Works like a charm! But then there is another problem... try this command from paraview (using QProcess) and it still leaves an orphan, doh! Go back and re-read ssh's man page and you have the solution, use '-t' twice: ssh -tt

-------------------------
GatewayPorts and portfwd workaround:

In this scenario we have 3 machines: workstation, service-node, and compute-node. I want to ssh from workstation to service-node and submit a job that will run pvserver on compute-node. When pvserver starts on compute-node I want it to reverse connect to service-node and I want service-node to forward the connection to workstation. So here I go:

   $ ssh -R11111:localhost:11111 service-node qsub start_pvserver.sh

Oops, the qsub command returns immediately and closes my ssh tunnel. Let's pretend that the scheduler doesn't provide an easy way to keep the command alive, so I have resorted to using 'sleep 1d'. So here I go, using -tt to prevent orphans:

$ ssh -tt -R11111:localhost:11111 service-node "qsub start_pvserver.sh && sleep 1d"

Well, this will only work if GatewayPorts is enabled in sshd_config on service-node. If GatewayPorts is not enabled, the ssh tunnel will only accept connections from localhost, it will not accept a connection from compute-node. We can ask the sysadmin to enable GatewayPorts, or we could use portfwd. You can run portfwd on service-node to forward port 22222 to port 11111, then have compute-node connect to service-node:22222. So your job script would launch pvserver like this:

  pvserver -rc -ch=service-node -sp=22222

Problem solved! Also convenient, we can use portfwd to replace 'sleep 1d'. So the final command, executed by paraview client:

ssh -tt -R 11111:localhost:11111 service-node "qsub start_pvserver.sh && portfwd -g -c fwd.cfg"

Where fwd.cfg contains:

  tcp { 22222 { => localhost:11111 } }


Hope this helps!

Pat

On Fri, Feb 12, 2010 at 7:06 PM, burlen <burlen.lor...@gmail.com <mailto:burlen.lor...@gmail.com>> wrote:


        Incidentally, this brings up an interesting point about
        ParaView with client/server.  It doesn't try to clean up it's
        child processes, AFAIK.  For example, if you set up this ssh
        tunnel inside the ParaView GUI (e.g., using a command instead
        of a manual connection), and you cancel the connection, it
        will leave the ssh running.  You have to track down the ssh
        process and kill it yourself.  It's minor thing, but it can
        also prevent future connections if you don't realize there's a
        zombie ssh that kept your ports open.

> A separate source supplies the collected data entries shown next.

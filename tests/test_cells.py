"""What a notebook cell imports: in plain Python, and under a notebook's shell."""

from typing import Any

import numpy as np
import pytest

from bandbook import cells
from bandbook.errors import AuthorError
from bandbook.exhibits import MIME
from bandbook.model import Coupling, Model, Site
from bandbook.registry import check_study, check_system


def parameters(**more: Any) -> dict[str, Any]:
    system, problems = check_system({"lattice": "chain", "beta": -2.5})
    assert problems == []
    studies = {}
    for name, given in {"levels": {"question": "levels", "cells": 4}, "bands": {"question": "bands"}, **more}.items():
        studies[name], problems = check_study(given, {"system": system})
        assert problems == []
    return {"format": 1, "systems": {"system": system}, "studies": studies, "workings": [], "steps": [], "files": {"data/x.csv": "1,2\n"}}  # fmt: skip


@pytest.fixture
def shown(monkeypatch: pytest.MonkeyPatch) -> list[tuple[dict[str, Any], dict[str, Any]]]:
    """Return what a notebook's shell would be handed: data and metadata of each display."""
    import IPython.display

    displays: list[tuple[dict[str, Any], dict[str, Any]]] = []

    def display(data: dict[str, Any], *, raw: bool, metadata: dict[str, Any] | None = None) -> None:
        assert raw
        displays.append((data, metadata or {}))

    monkeypatch.setattr(cells, "_shell", object)
    monkeypatch.setattr(cells, "_prepare_figures", lambda: None)
    monkeypatch.setattr(IPython.display, "display", display)
    return displays


def test_plain_python_prints(capsys: pytest.CaptureFixture[str]) -> None:
    systems, results, files, _, _, answer = cells.begin(parameters(), seed=1, namespace={})
    answer("levels")
    printed = capsys.readouterr().out
    assert "levels.homo = −1.545085 eV" in printed
    assert results["levels"].value("gap") == pytest.approx(3.090169944, abs=1e-9)
    assert list(systems) == ["system"]
    assert files == {"data/x.csv": "1,2\n"}


def test_a_system_is_built_when_it_is_asked_for() -> None:
    calls = []

    def wall(half: int) -> Model:
        calls.append(half)
        bonds = tuple(Coupling(site, site + 1, -1.0) for site in range(2 * half))
        return Model(tuple(Site(f"C{number + 1}") for number in range(2 * half + 1)), bonds)

    built, problems = check_system({"built_by": "wall", "with": {"half": 2}})
    assert problems == []
    given = {**parameters(), "systems": {"system": built}}
    namespace: dict[str, Any] = {}
    systems, *_ = cells.begin(given, seed=1, namespace=namespace)
    assert calls == []
    namespace["wall"] = wall
    assert systems["system"].n_sites == 5
    assert systems["system"] is systems["system"]
    assert calls == [2]
    assert len(systems) == 1


def test_random_numbers_come_from_the_seed() -> None:
    draws = [cells.begin(parameters(), seed=seed, namespace={})[3].random(4) for seed in (7, 7, 8)]
    assert np.array_equal(draws[0], draws[1])
    assert not np.array_equal(draws[0], draws[2])


def test_an_answer_is_one_display_and_one_for_each_figure(shown: list[tuple[dict[str, Any], dict[str, Any]]]) -> None:
    *_, answer = cells.begin(parameters(), seed=1, namespace={})
    answer("levels")
    (system, _), sketch, (data, _), *figures = shown
    assert (system[MIME]["study"], sketch[1]["bandbook"]) == ("system", {"study": "system", "figure": "system"})
    assert set(data) == {MIME, "text/plain", "text/html"}
    assert data[MIME]["study"] == "levels"
    assert all("svg" not in figure for figure in data[MIME]["figures"]), "the picture stands in its own display"
    assert "<table" in data["text/html"]
    assert [one["bandbook"] for _, one in figures] == [
        {"study": "levels", "figure": name} for name in ("sketch", "diagram", "orbitals", "on-bands")
    ]
    assert all(one["image/svg+xml"].startswith("<svg") and one["text/plain"] for one, _ in figures)


def test_what_is_shown_is_harvested(shown: list[tuple[dict[str, Any], dict[str, Any]]]) -> None:
    """Every figure that a bundle announces has its picture, under the name that the host looks for."""
    nbformat = pytest.importorskip("nbformat.v4")
    from bandbook.notebooks.harvest import harvest

    *_, answer = cells.begin(parameters(wide={"question": "bands", "name": "wide"}), seed=1, namespace={})
    for study in ("levels", "bands", "wide"):
        answer(study)
    outputs = [nbformat.new_output("display_data", data=data, metadata=metadata) for data, metadata in shown]
    found = harvest(nbformat.new_notebook(cells=[nbformat.new_code_cell("", id="one", outputs=outputs)]))
    figures = [exhibit["file"] for exhibit in found.exhibits if exhibit["kind"] == "figure"]
    assert figures == [
        "figures/system.svg",
        *(f"figures/levels-{name}.svg" for name in ("sketch", "diagram", "orbitals", "on-bands")),
        "figures/bands.svg", "figures/wide-bands.svg",
    ], "a system is sketched once"  # fmt: skip
    assert set(figures) <= set(found.files)
    assert all(exhibit["study"] != "workings" for exhibit in found.exhibits)


def test_text_is_escaped(shown: list[tuple[dict[str, Any], dict[str, Any]]]) -> None:
    cells.report("x", 1.0, unit="<b>")
    assert "&lt;b&gt;" in shown[0][0]["text/html"]


def test_a_report_is_a_quantity(shown: list[tuple[dict[str, Any], dict[str, Any]]]) -> None:
    cells.report("ratio", np.float64(0.1234567891234), meaning="a ratio")
    cells.report("missing", None)
    first, second = (data[MIME]["quantities"][0] for data, _ in shown)
    assert (first["name"], first["kind"], first["value"]) == ("workings.ratio", "number", 0.123456789)
    assert first["meaning"] == "a ratio"
    assert second["value"] is None


@pytest.mark.parametrize(
    ("name", "value", "text"),
    [
        ("1st", 1.0, "report was given the name '1st'; letters, digits and _, a letter first; rename it"),
        ("a.b", 1.0, "report was given the name 'a.b'; letters, digits and _, a letter first; rename it"),
        ("x", float("nan"), "report was given nan for x; a finite number, or None; correct it"),
        ("x", float("-inf"), "report was given -inf for x; a finite number, or None; correct it"),
    ],
)
def test_a_bad_report_is_refused(name: str, value: float, text: str) -> None:
    with pytest.raises(AuthorError) as caught:
        cells.report(name, value)
    assert str(caught.value) == text


def test_a_question_without_sense_leaves_no_result() -> None:
    ring = Model((Site("A"), Site("B")), (Coupling(0, 1, -1.0),))
    built, _ = check_system({"built_by": "ring"})
    given = {**parameters(), "systems": {"system": built}}
    _, results, *_, answer = cells.begin(given, seed=1, namespace={"ring": lambda: ring})
    with pytest.raises(AuthorError, match="the system is a molecule; bands need a periodic system"):
        answer("bands")
    assert results == {}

    I attempted to reproduce on my kubuntu 9.10, qt 4.5.2 system, with
    slightly different results, which may be qt/distro/os specific.

    On my system as long as the process ParaView spawns finishes on
    its own there is no problem. That's usually how one would expect
    things to work out since when the client disconnects the server
    closes followed by ssh. But, you are right that PV never
    explicitly kills or otherwise cleans up after the process it
    starts. So if the spawned process for some reason doesn't finish
    orphan processes are introduced.

    I was able to produce orphan ssh processes, giving the PV client a
    server start up command that doesn't finish. eg

      ssh ... pvserver ... && sleep 100d

    I get the situation you described which prevents further
    connection on the same ports. Once PV tries and fails to connect
    on th eopen ports, there is crash soon after.

    I filed a bug report with a patch:
    http://www.paraview.org/Bug/view.php?id=10283



    Sean Ziegeler wrote:

        Most batch systems have an option to wait until the job is
        finished before the submit command returns.  I know PBS uses
        "-W block=true" and that SGE and LSF have similar options (but
        I don't recall the precise flags).

        If your batch system doesn't provide that, I'd recommend
        adding some shell scripting to loop through checking the queue
        for job completion and not return until it's done.  The sleep
        thing would work, but wouldn't exit when the server finishes,
        leaving the ssh tunnels (and other things like portfwd if you
        put them in your scripts) lying around.

        Incidentally, this brings up an interesting point about
        ParaView with client/server.  It doesn't try to clean up it's
        child processes, AFAIK.  For example, if you set up this ssh
        tunnel inside the ParaView GUI (e.g., using a command instead
        of a manual connection), and you cancel the connection, it
        will leave the ssh running.  You have to track down the ssh
        process and kill it yourself.  It's minor thing, but it can
        also prevent future connections if you don't realize there's a
        zombie ssh that kept your ports open.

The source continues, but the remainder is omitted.